Hantavirus: don't make a fool of yourself

An ambulance carrying a patient from the cruise ship MV Hondius who could be infected with hantavirus arrives at Leiden University Medical Center (LUMC) in Leiden, Netherlands, on May 6, 2026.
Upd. 21
Former head of the Infectious Diseases Service at Parc Taulí in Sabadell
3 min

We live in an era where information can be —as never before— accessible to the population, and health and healthcare topics should not be an exception. Curiously, this is accompanied by an increase in disinformation, the spread of myths, or outright lies. The boom of alternative medicines, rejection of vaccines, distrust of scientific evidence or public officials, lead us to risks for everyone's health. Some even want to justify the dismantling of Health programs, such as the WHO itself, the Red Cross, or Doctors Without Borders.

This week we glimpse the consequences of this nihilism and distrust in the face of the hantavirus outbreak crisis on the Atlantic cruise ship.

When "new" infectious diseases appear, we may encounter unknown diseases, without scientific knowledge or historical memory, but also existing diseases that change, due to location or temporary reappearance. Covid was an example of the former. Multiple hemorrhagic fevers, such as those of hantaviruses, are examples of the latter.

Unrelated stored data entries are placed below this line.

"""Air loading, backing cavities and porosity: from in-vacuo modes to the modes in air.

A light film or fabric moves a mass of air comparable to its own, so its natural frequencies
in air are far below those in vacuo. This module takes the in-vacuo modal basis of a panel
(:class:`auditor.physics.basis.ModalBasis`, unit mean square shapes ∫φ² dA = A) and solves

    [ K − ω² (M + M_air(ω) + M_cavity(ω)) + iω R(ω) ] q = 0,

with ``M = ρs·A·I`` and ``K = ρs·A·diag(ω_j²)`` (the structural modal mass and stiffness) and,
on each side of the panel:

- **baffled half-space** (room side ``"air"``, open plenum ``"air"``): the Rayleigh integral.
  Its incompressible part is the full added-mass matrix
  ``M_pq = ρ0/(2π) ∬∬ φp(x) φq(x') / |x − x'| dA dA'`` (modes couple through the air); the
  compressible kernel ``e^{−ik0R}/R`` adds a frequency-dependent correction (the
  ``(cos k0R − 1)/R`` part) and a radiation resistance (the ``sin(k0R)/R`` part);
- **sealed cavity** of depth d with rigid walls (plenum side ``"sealed"``): acoustoelastic
  coupling with the cross-section modes N_j of the cavity (Dowell's method), a modal pressure
  per unit displacement ``ρ0 ω² coth(κ_j d)/κ_j``, ``κ_j² = k_j² − k0²``, mass-like for the
  cross modes and, for the uniform mode at low frequency, the stiffness
  ``ρ0c² (∫φp)(∫φq)/V``;
- **nothing** (``"none"``).

A porous fabric or open mesh of specific airflow resistance r [Pa·s/m] lets air through: the
air on both sides moves with the velocity ``v − Δp/r``, so the impedance the panel feels is the
air's impedance Z (both sides together) in series with the sheet's flow resistance,
``Z_eff = (Z⁻¹ + (r·A·I)⁻¹)⁻¹`` in modal form (``Z r/(Z + r)`` for a single mode). A mesh with
no r given passes air freely and carries no air load.

How the quadrature is done
--------------------------
- Rectangles (basis shapes ``2 sin(mπx/Lx) sin(nπy/Ly)``): the four-fold Rayleigh integral is
  reduced exactly to a two-fold integral over the separation (u, v) of the products of the
  one-dimensional cross-correlations of the sine shapes (closed form), whose only singularity
  (1/r at the origin) a Duffy transformation removes; tensor Gauss–Legendre quadrature then
  converges exponentially. The result, divided by ρ0 Lx³, depends only on the aspect ratio
  (and the table's size), so a caller's :class:`auditor.physics.cache.SolveCache` keeps it
  for every tension of the outline.
- Discs (shapes ``J_m(j r/a) cos mθ``): the wavenumber-domain form, with the Hankel transform
  of each Bessel shape in closed form (Lommel's integral); orders m do not couple.
- Any other basis (polygons, cut-outs, shapes not recognised): point quadrature on a fine
  triangulation (the finite-element mesh subdivided, or one made here), with the integral of
  1/R over each nearby triangle taken exactly.
- The compressible part, for every shape, in the wavenumber domain: with the modal spectrum
  Φ(κ) and its angular density g(κ) = ∫|Φ(κ, θ)|² dθ,
  ``R = ωρ0/(4π²) ∫₀^{k0} g κ/√(k0² − κ²) dκ`` and
  ``ΔM = ρ0/(4π²) [∫_{k0}^∞ g (κ/√(κ² − k0²) − 1) dκ − ∫₀^{k0} g dκ]``, integrated exactly
  for g piecewise linear in κ (product integration).

Frequency dependence is handled per reported mode by fixed-point iteration on its frequency:
for air on open sides only, the incompressible eigenproblem is solved once and each mode's
frequency and loss factor are corrected by its Rayleigh quotient with the compressible terms;
with a sealed cavity or a porous sheet, each mode is followed by Rayleigh-quotient iteration
on the frequency-dependent (complex, for porosity) problem. A porous sheet over a sealed
cavity is solved on the panel and air coordinates together (a quadratic eigenproblem, every
root at once, then each panel root followed as the cavity's terms change with frequency):
eliminating the air there makes the cavity's stiffness a negative mass, and iterating on
frequency then runs off to the relaxation roots of air leaking through the sheet. Its
frequencies are those of the complex roots, ``√Re(ω²)/2π``.

Basis and limits
----------------
The in-vacuo basis reaches past the band reported (see :func:`choose_basis_limit`; at least
``MIN_BASIS`` modes, at most ``max_basis``); the loaded fundamental then agrees with a basis ten
times larger to better than 0.05 %. ``LoadedModes.complete_to_hz`` says up to which frequency
no loaded mode is missing (the basis's reach, less the most its top modes' air can lower a
mode left out); above it :mod:`auditor.physics.uncoupled` loads each further mode on its own.
The baffle is infinite and rigid, cavity walls are rigid and the cavity
air has no absorption, so near a depth resonance of a deep cavity the cavity-controlled roots
are not reported as panel modes. A porous sheet's flow resistance acts through the total
impedance of the air on both sides; its vectors are the real part of complex modes.

References
----------
.. [1] Lord Rayleigh, *The Theory of Sound*, vol. II, Macmillan, 1896, §278 (the Rayleigh
   integral for a baffled plane surface).
.. [2] L. E. Kinsler, A. R. Frey, A. B. Coppens and J. V. Sanders, *Fundamentals of
   Acoustics*, 4th ed., Wiley, 2000, §7.4–7.5 (baffled piston, radiation impedance).
.. [3] F. Fahy and P. Gardonio, *Sound and Structural Vibration*, 2nd ed., Academic Press,
   2007 (wavenumber-domain radiation, radiation resistance, fluid loading of plates,
   the mass–air–mass resonance).
.. [4] E. H. Dowell, G. F. Gorman and D. A. Smith, "Acoustoelasticity: general theory,
   acoustic natural modes and forced response to sinusoidal excitation, including
   comparisons with experiment", J. Sound Vib. 52 (1977); E. H. Dowell, *Aeroelasticity of
   Plates and Shells*, Noordhoff, 1975.
.. [5] M. G. Duffy, "Quadrature over a pyramid or cube of integrands with a singularity at a
   vertex", SIAM J. Numer. Anal. 19 (1982) 1260–1262.
.. [6] G. N. Watson, *A Treatise on the Theory of Bessel Functions*, 2nd ed., Cambridge,
   1944, §5.11 (Lommel's integrals).
.. [7] H. Lamb, "On the vibrations of an elastic plate in contact with water", Proc. R. Soc.
   Lond. A 98 (1920) 205–216.
.. [8] U. Ingard, *Notes on Acoustics*, Infinity Science Press, 2008 (flow resistance of
   porous screens in series with an air load).
.. [9] P. M. Morse and K. U. Ingard, *Theoretical Acoustics*, McGraw-Hill, 1968, ch. 9
   (rigid-walled cavities and ducts).
"""

from __future__ import annotations

import math
import warnings
from dataclasses import dataclass, field
from functools import lru_cache
from typing import Callable

import numpy as np
from scipy import linalg, sparse, special
from scipy.spatial import Delaunay, cKDTree, distance

from auditor.physics import arguments
from auditor.physics.basis import (
    CircleRegion,
    DiscShapes,
    ModalBasis,
    PolygonRegion,
    RectangleRegion,
    RectangleShapes,
    complete_below,
)
from auditor.physics.cache import SolveCache
from auditor.physics.materials import structural_loss_factor

__all__ = [
    "AIR_DENSITY",
    "SPEED_OF_SOUND",
    "AirImpedance",
    "LoadedModes",
    "LoadingInputError",
    "baffled_added_mass",
    "baffled_air_impedance",
    "cavity_dynamic_mass",
    "choose_basis_limit",
    "describe_loading",
    "loaded_modes",
    "mass_air_mass_frequency",
]

#: Density of air at 20 °C, 101.325 kPa  [kg/m³]
AIR_DENSITY = 1.204
#: Speed of sound in air at 20 °C  [m/s]
SPEED_OF_SOUND = 343.0

#: Fewest in-vacuo modes a loaded solve uses (when the basis function can give them).
MIN_BASIS = 40

class LoadingInputError(ValueError):
    """A loading input a user can get wrong (the message says which and why)."""


def _finite(value, name: str, unit: str) -> float:
    return arguments.finite(value, name, unit, LoadingInputError)


def _positive(value, name: str, unit: str) -> float:
    return arguments.positive(value, name, unit, LoadingInputError)


def _non_negative(value, name: str, unit: str) -> float:
    return arguments.non_negative(value, name, unit, LoadingInputError)


# ============================================================================================
# Records
# ============================================================================================

@dataclass(frozen=True, eq=False)
class AirImpedance:
    """Modal impedance of the air on one baffled side at one frequency.

    Parameters
    ----------
    added_mass : ndarray (n, n)  [kg]
        ``ρ0/(2π) ∬∬ φp φq cos(k0R)/R dA dA'`` (the reactive part over iω).
    resistance : ndarray (n, n)  [kg/s]
        ``ωρ0/(2π) ∬∬ φp φq sin(k0R)/R dA dA'`` (the radiation resistance).
    frequency_hz : float  [Hz]
    """

    added_mass: np.ndarray
    resistance: np.ndarray
    frequency_hz: float


@dataclass(frozen=True, eq=False)
class LoadedModes:
    """The modes of a panel in air, expressed in its in-vacuo basis.

    Parameters
    ----------
    frequencies_hz : ndarray (k,)  [Hz]
        Natural frequencies with the loading, ascending, ≤ fmax.
    loss_factor : ndarray (k,)  [-]
        Total loss factor: structural (weighted by the share of the mode's stiffness that is
        the panel's own, so a cavity's air stiffness dissipates nothing) + radiation into the
        open sides + porous flow.
    in_vacuo_hz : ndarray (k,)  [Hz]
        In-vacuo frequency of each mode's dominant basis mode.
    dominant : ndarray of int (k,)
        Index into ``basis`` of the largest modal coordinate.
    vectors : ndarray (n_basis, k)
        Real modal coordinates, normalised like the basis: Σ q_j² = 1 (so ψ = Σ q_j φ_j has unit
        mean square), the dominant coordinate positive. For a porous panel the complex
        vector is rotated to make its dominant coordinate real and its real part kept.
    participation : ndarray (k,)  [-]
        Uniform-pressure participation factor of ψ, ``(Σ q_j mean_j)² / Σ q_j²``.
    multiplicity : ndarray of int (k,)
        Of the dominant basis mode (2 for a cos/sin pair on a disc).
    labels : tuple of str (k,)
        Label of the dominant basis mode.
    basis : ModalBasis
        The in-vacuo basis (``vectors`` are its coordinates).
    model : str
        The loading model that applied and its assumptions, in words.
    radiation_loss_factor : ndarray (k,)  [-]
        The radiation part of ``loss_factor`` (for reports).
    complete_to_hz : float  [Hz]
        No loaded mode at or below this frequency is missing from ``frequencies_hz``: fmax when
        the basis reached far enough (and ``max_modes`` did not cut the list), else lower.
        Modes above it may be listed, but the list is not complete there. A mode left out of
        the basis has an in-vacuo frequency above the basis's reach ``f_b`` and, its own air
        (and cavity) mass ratio μ being at most that of the basis's top modes, a loaded
        frequency of at least ``f_b/√(1 + 1.25 μ)`` (a 25 % margin on μ).
    """

    frequencies_hz: np.ndarray
    loss_factor: np.ndarray
    in_vacuo_hz: np.ndarray
    dominant: np.ndarray
    vectors: np.ndarray
    participation: np.ndarray
    multiplicity: np.ndarray
    labels: tuple[str, ...]
    basis: ModalBasis
    model: str
    radiation_loss_factor: np.ndarray
    complete_to_hz: float = math.inf

    def __len__(self) -> int:
        return len(self.frequencies_hz)


# ============================================================================================
# Recognising the basis: analytic rectangle, analytic disc, or point quadrature
# ============================================================================================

And suddenly, in this first week of May 2026, here we are, following with interest and concern the news of the outbreak of pulmonary and circulatory disease caused by the Andes virus. Outside of its usual scope, where we know it has been endemic for over 30 years, with a few hundred cases annually, with the most severe form concentrated in Argentina and Chile. Andean researchers, with collaborators from all over America and many Asian and European countries, have managed to deepen their knowledge. We have reliable diagnostic tests (serology and PCR), and we know that, exceptionally for this family, this virus can be transmitted between people, although the main form of transmission is contact with rodents. Its management methods have progressed, which often make intensive care admission essential, and we know that the sooner we do it, the better. Adequate circulatory control, hydration, and oxygenation (if necessary with very recent techniques such as ECMO) manage to reduce mortality from over 50% to less than 20%. We do not have an effective antiviral or vaccine, but we have made much progress. We can save many lives by doing things right. All the doctors who have treated these patients place great emphasis on the importance of rapid diagnosis, of having a high index of suspicion, to improve prognosis. We are aware of the risk, low but existing, of transmission between people, to other patients, and, in some exceptional cases, to healthcare personnel. Therefore, the known isolation measures are necessary, especially respiratory isolation, and contact tracing and quarantine when indicated. We know what needs to be done and we can consult and study it in well-reviewed scientific publications, in English, Portuguese, or Spanish, such as a recent review published by an international team in Lancet, in 2023. We do not know everything, but we are not facing the unknown.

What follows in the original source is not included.